Consider this typical real-world scenario with a laboratory scale mixer test. Take a two-liter beaker and add the
following ingredients to prepare an emulsion: liquid phase— oil phase— air and oil-miscible surfactant. But
consider this: That little 1-3/8-in before pushing the start button and heading down the hall for another cup of
coffee. The rotor / stator generator will run at 100 liters per minute or more output on your mixer. With a 2-liter
batch in the beaker, it converts every 1.2 seconds into one full batch turnover. Assuming that 10 tank-turnovers
produce the desired emulsion in this application (a plausible number for many simple emulsions), this means that
in just 12.0 seconds you can achieve mixing balance!
This is the point where human nature takes over in the real world. You keep the tabletop batch running for five
minutes as you go for tea, and when you check the results you can find that your emulsion's droplet size
distribution is where you want it to be. It's a win! But what was actually going on? For five minutes you analyzed
the batch, rotated the batch more than 250 times, and found the correct endpoint. Yet the product did not change
once it hit its mixing balance in just 12 seconds-so the remaining four minutes and 48 seconds did not result in
any significant change in the mixed material. That's the margin by which the mixing balance was potentially
overshot. In a lab-scale example, over-processing by four minutes and 48 seconds may not seem like a big deal-
but consider the implications in terms of productivity, energy costs, manpower, and wear and tear when such a
mistake is propagated to a larger pilot or production-scale unit during scale.

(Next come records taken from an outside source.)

/// The lanes' `Gᵢ`, their secondary columns `Z₁ᵢᵀZ_s,l T_s` (`factor` gives
/// T_s of a secondary term by its index in [`CrossProducts::secondary`]),
/// their columns of `Zᵢᵀ[X y]` (column by column) and the dense index of
/// each secondary column, for the levels `first..first + lanes_here`;
/// lanes past those stay zero.
#[inline(always)]
#[allow(clippy::type_complexity)]
fn load<'t, const Q: usize, const S: usize, const C: usize>(
    cp: &CrossProducts,
    factor: impl Fn(usize) -> &'t Vec<f64>,
    first: usize,
    lanes_here: usize,
) -> ([[V; Q]; Q], [[V; Q]; S], [[V; Q]; C], [[usize; S]; LANES]) {
    let (g, cz) = lane_load::<Q, C, LANES>(cp, first, first + lanes_here);
    let cx: [[V; Q]; C] = std::array::from_fn(|c| std::array::from_fn(|r| cz[r][c]));
    let mut cs = [[[0.0f64; LANES]; Q]; S];
    let mut at = [[0usize; S]; LANES];
    for l in 0..lanes_here {
        let i = first + l;
        let (lo, hi) = cp.link_range(i);
        let mut j = 0;
        for link in &cp.links[lo..hi] {
            let ts = factor(link.secondary());
            for b in 0..cp.term_q[cp.secondary[link.secondary()]] {
                at[l][j] = link.offset() + b;
                for r in 0..Q {
                    cs[j][r][l] = cp.link_entry(link, ts, r, b);
                }
                j += 1;
            }
        }
    }
    (g, cs, cx, at)
}

#[cfg(test)]
mod tests {
    use super::super::gradient::SUMMATION_ORDER_REL;
    use super::super::primary::{factor_array, primary_range};
    use super::super::secondary::Levels;
    use super::super::{factors, twopass};
    use super::*;
    use crate::lmm::{MixedProblem, RandomTermData};
    use crate::simulate::Rng;

    /// 101 participants (a last group of lanes short of four) with three
    /// rows each, nested in 7 schools; p fixed columns, the second an
    /// indicator that is zero for every other participant; a school
    /// intercept, with a school slope when `school_q` is 2. With `crossed`,
    /// participant 5 changes school between waves.
    fn nested_problem(q1: usize, p: usize, school_q: usize, crossed: bool) -> MixedProblem {
        let mut rng = Rng::new(23);
        let (n_id, per) = (101, 3);
        let n = n_id * per;
        let (mut x, mut z1, mut zs) = (Vec::new(), vec![Vec::new(); q1], vec![Vec::new(); school_q]);
        let (mut id, mut school) = (Vec::new(), Vec::new());
        for r in 0..n {
            let i = r / per;
            let a = (r % per) as f64 + rng.uniform();
            x.push(1.0);
            for c in 1..p {
                x.push(if c == 1 {
                    f64::from(u8::from(i % 2 == 0)) * a
                } else {
                    rng.normal()
                });
            }
            for (c, col) in z1.iter_mut().enumerate() {
                col.push(if c == 0 { 1.0 } else { a.powi(c as i32) });
            }
            for (c, col) in zs.iter_mut().enumerate() {
                col.push(if c == 0 { 1.0 } else { a });
            }
            id.push(i as u32);
            let moved = crossed && i == 5 && r % per == 2;
            school.push(((i + usize::from(moved)) % 7) as u32);
        }
        MixedProblem {
            y: (0..n).map(|_| rng.normal()).collect(),
            x_names: (0..p).map(|c| c.to_string()).collect(),
            x: x.into(),
            terms: vec![
                RandomTermData::numbered("id", n_id, id, &["intercept", "a", "b", "c"][..q1], z1),
                RandomTermData::numbered("school", 7, school, &["intercept", "a"][..school_q], zs),
            ],
        }
    }

    fn close(x: f64, y: f64) -> bool {
        (x - y).abs() <= SUMMATION_ORDER_REL * (1.0 + x.abs().max(y.abs()))
    }

    fn theta_for(problem: &MixedProblem) -> Vec<f64> {
        let mut rng = Rng::new(4);
        (0..problem.n_theta()).map(|_| 0.2 + rng.uniform()).collect()
    }

    // A participant who changes school meets two schools: the levels no
    // longer each meet the same columns, and the kernels here stand aside.
    #[test]
    fn only_nested_levels_are_served() {
        for school_q in 1..=2 {
            let nested = CrossProducts::new(&nested_problem(2, 3, school_q, false));
            assert_eq!(serves(&nested), Some(school_q));
            let crossed = CrossProducts::new(&nested_problem(2, 3, school_q, true));
            assert_eq!(crossed.link_width, None);
            assert_eq!(serves(&crossed), None);
        }
    }

    // The value kernel with levels side by side and the kernel one level at
    // a time are two codings of the same sums, added in another order
    // (closed-form identity: equal to rounding), at every q₁, width and
    // column count the kernel takes.
    #[test]
    fn value_kernel_matches_the_one_level_kernel() {
        fn both<const Q: usize>(cp: &CrossProducts, t: &[Vec<f64>], width: usize) {
            let tq = factor_array::<Q>(&t[cp.primary.unwrap()]);
            let (mut e1, mut e2) = (cp.dense.clone(), cp.dense.clone());
            let lanes = value::<Q>(cp, &tq, t, width, &mut e1, 0..cp.n1).unwrap();
            let one = primary_range::<Q>(cp, &tq, t, &mut e2, 0..cp.n1);
            let what = format!("q1 {Q}, width {width}, p {}", cp.p);
            assert!(close(lanes.0, one.0), "{what}: {} vs {}", lanes.0, one.0);
            assert_eq!(lanes.1.len(), one.1.len(), "{what}");
            for (a, b) in lanes.1.iter().zip(&one.1) {
                assert!(close(*a, *b), "{what}: X–y block {a} vs {b}");
            }
            let m = cp.m;
            for r in 0..m {
                for c in 0..=r {
                    let (a, b) = (e1[r * m + c], e2[r * m + c]);
                    assert!(close(a, b), "{what}: S[{r},{c}] {a} vs {b}");
                }
            }
        }
        for q1 in 1..=4 {
            for school_q in 1..=2 {
                for p in 1..MAX_COLUMNS {
                    let problem = nested_problem(q1, p, school_q, false);
                    let cp = CrossProducts::new(&problem);
                    let t = factors(&cp, &theta_for(&problem));
                    let width = serves(&cp).unwrap();
                    match q1 {
                        1 => both::<1>(&cp, &t, width),
                        2 => both::<2>(&cp, &t, width),
                        3 => both::<3>(&cp, &t, width),
                        _ => both::<4>(&cp, &t, width),
                    }
                }
            }
        }
    }

    // At θ = 0 the levels add nothing (every block the identity, every
    // column zero), which is why `evaluate` does not visit them there: the
    // kernels leave the dense part as it is and add a log-determinant of 0.
    #[test]
    fn levels_add_nothing_at_zero() {
        for school_q in 1..=2 {
            let problem = nested_problem(2, 3, school_q, false);
            let cp = CrossProducts::new(&problem);
            let t = factors(&cp, &vec![0.0; problem.n_theta()]);
            let mut e = super::super::scaled_dense(&cp, &t);
            let before = e.clone();
            let logdet = super::super::primary::primary_fixed::<2>(&cp, &t[0], &t, &mut e);
            assert_eq!(logdet, 0.0);
            assert!(e.iter().zip(&before).all(|(a, b)| a == b));
        }
    }

    // The kernels compiled for wider vector registers and for the baseline
    // give the same numbers to the bit (no fused multiply–add is enabled,
    // and every sum keeps its order).
    #[test]
    fn wider_registers_give_the_same_numbers() {
        let problem = nested_problem(2, 3, 1, false);
        let cp = CrossProducts::new(&problem);
        let t = factors(&cp, &theta_for(&problem));
        let tq = factor_array::<2>(&t[cp.primary.unwrap()]);
        let (mut e1, mut e2) = (cp.dense.clone(), cp.dense.clone());
        let wide = vectorised(|| value_lanes::<2, 1, 4>(&cp, &tq, &t, &mut e1, 0..cp.n1));
        let narrow = value_lanes::<2, 1, 4>(&cp, &tq, &t, &mut e2, 0..cp.n1);
        assert_eq!(wide, narrow);
        assert_eq!(e1, e2);
        let solver = LevelSolver::<2>::new(&t[cp.primary.unwrap()]);
        let sec: Vec<Vec<f64>> = cp.secondary.iter().map(|&kt| t[kt].clone()).collect();
        let wide = vectorised(|| lanes::<2, 1, 4>(&cp, &solver, &sec, 0..cp.n1));
        let narrow = lanes::<2, 1, 4>(&cp, &solver, &sec, 0..cp.n1);
        assert_eq!(
            (wide.logdet, &wide.dlog, &wide.acc),
            (narrow.logdet, &narrow.dlog, &narrow.acc)
        );
    }

    // The fused pass with levels side by side against the fused pass one
    // level at a time (closed-form identity: equal to rounding).
    #[test]
    fn fused_pass_matches_the_one_level_pass() {
        fn both<const Q: usize>(cp: &CrossProducts, t: &[Vec<f64>], width: usize) {
            let solver = LevelSolver::<Q>::new(&t[cp.primary.unwrap()]);
            let sec: Vec<Vec<f64>> = cp.secondary.iter().map(|&kt| t[kt].clone()).collect();
            let lanes = first::<Q>(cp, &solver, &sec, width, 0..cp.n1).unwrap();
            let shared = Levels::<Q> {
                solvers: vec![LevelSolver::<Q>::new(&t[cp.primary.unwrap()])],
                group: None,
                weight: vec![1.0],
            };
            let one = twopass::first::<Q>(cp, &shared, &sec, 0..cp.n1, true);
            let what = format!("q1 {Q}, width {width}, p {}", cp.p);
            assert!(
                close(lanes.logdet, one.logdet),
                "{what}: {} vs {}",
                lanes.logdet,
                one.logdet
            );
            assert_eq!(lanes.dlog.len(), one.dlog.len(), "{what}");
            for (a, b) in lanes.dlog.iter().zip(&one.dlog) {
                assert!(close(*a, *b), "{what}: dlog {a} vs {b}");
            }
            assert_eq!(lanes.acc.len(), one.acc.len(), "{what}");
            for (k, (a, b)) in lanes.acc.iter().zip(&one.acc).enumerate() {
                assert!(close(*a, *b), "{what}: entry {k} {a} vs {b}");
            }
        }
        for q1 in 1..=4 {
            for school_q in 1..=2 {
                for p in 1..MAX_COLUMNS {
                    let problem = nested_problem(q1, p, school_q, false);
                    let cp = CrossProducts::new(&problem);
                    let t = factors(&cp, &theta_for(&problem));
                    let width = serves(&cp).unwrap();
                    match q1 {
                        1 => both::<1>(&cp, &t, width),
                        2 => both::<2>(&cp, &t, width),
                        3 => both::<3>(&cp, &t, width),
                        _ => both::<4>(&cp, &t, width),
                    }
                }
            }
        }
    }
}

Now, use the example above to speed up the scale-up requirements. Note that in 500-gallon batches you will
need to manufacture this material. If you think you'll need 250 tank turnovers to achieve your system goals
(instead of 10, which is really all you want), then you'll pick a top-entry, batch HSM emulsifier that will process
125,000 gallons over an appropriate period of time through its rotor / stator generator. We expect a 30-hp unit
with a 7-in.-dia, based on experience. The rotor pumps approximately 500 gal / min. Therefore, it will take 250
minutes (4 hours, 10 minutes) for our 250 tank turnovers (125,000 gallons). Both ventures have a capacity of
approximately two lots per8-hour period, or 10 per week of one shift. If we had better understood at the
laboratory level that the system target was accomplished in just 12 seconds (10 turnovers), we might have
estimated that the same production unit would complete the task in about 10 minutes. Such ventures require
about 240 lots a week-an improvement of 230 lots a week.